Recycle! Or I'll EAT you!!

Recycle! Or I’ll EAT you!!

Saturday morning I ran 16 miles with PR Fitness. As it was my longest run in two months, I decided to go aerobic, with a target heart rate of 135-140. I should do most long runs this way, but it’s easy to get sucked into a faster group. This time I swallowed my ego and let the pack go on ahead. (It was hard. Really hard.)

Pace too fast 2

All went well until around mile 12, when my heart rate climbed to 145-150 and stubbornly remained there despite slowing my pace. May have been fatigue, dehydration, low blood sugar, or all three. But still a successful run. And man, did my post-race reward (a latte float with chocolate ice cream) taste good.

The energy rebound is coming just in time. For one thing, I’ll be starting Aikido again in September. And this month, I took up the #22 Kill Pushup Challenge, which is 22 pushups a day for 22 days. Any kind of pushups count, so I’ve been varying them. Skip helped me out on Day 1 by assigning me extension pushups. The photo below shows me in the middle of one. Trust me, behind that extended arm is a face full of pain.

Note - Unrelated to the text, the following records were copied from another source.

//! The inverting stage: the signal through rg into the − pin, the + pin
//! at the reference, rf (∥ cf) from the feedback point to the − pin.

use super::{wire, Element, GainUnit, Input, Kind, Node::*, Pairs, PartDecl, Tolerance};
use crate::model::scenario::Topology;

pub static KIND: Kind = Kind {
    topology: Topology::Inverting,
    parts: &[
        wire(Plus, Reference),
        PartDecl {
            name: "rg",
            a: Input,
            b: Minus,
            element: Element::Resistor,
            param: "stage.rg",
            read: |s| s.stage.rg,
            absent: 1.0,
            required: true,
            start: Some(1e3),
            with: None,
            tolerance: Tolerance::Resistor,
        },
        super::common::RF,
        super::common::CF,
        super::common::RISO,
    ],
    input: Input::Voltage,
    reference: Some(Plus),
    output: Load,
    bias: None,
    gain_unit: GainUnit::VoltsPerVolt,
    gain: |st| -st.rf.unwrap_or(0.0) / st.rg.unwrap_or(0.0),
    negative: true,
    source_in_network: true,
    // The − input is a virtual ground: only rf loads the feedback point.
    feedback_load: |st| st.rf.unwrap_or(0.0),
    source_parts: &[],
    stabilize: &["riso", "cf"],
    pairs: Some(Pairs {
        gain: |ratio| ratio,
        ratio: |gain| gain,
        above: None,
        // rg loads the source, only rf the output.
        load: |_, rf| rf,
        parts: ["stage.rg", "stage.rf"],
        also: None,
    }),
};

Body Specs - extension push-up - cropped

I’ve also done decline pushups, five-finger (fingers extended, tent-style), and hands on wobble board. And yesterday I forgot to do them, so today I assigned myself the Spartan Race failure penalty:

Burpees 2These are called burpees. The penalty for failing an obstacle at a Spartan Race is 30 of them. Every time you fail an obstacle. Ooof.

Am I running Spartan Races, then? Not yet, but I was recently provided with an advance reading copy of Joe De Sena’s new book, Spartan Fit! in exchange for reviewing it and spreading the word about it.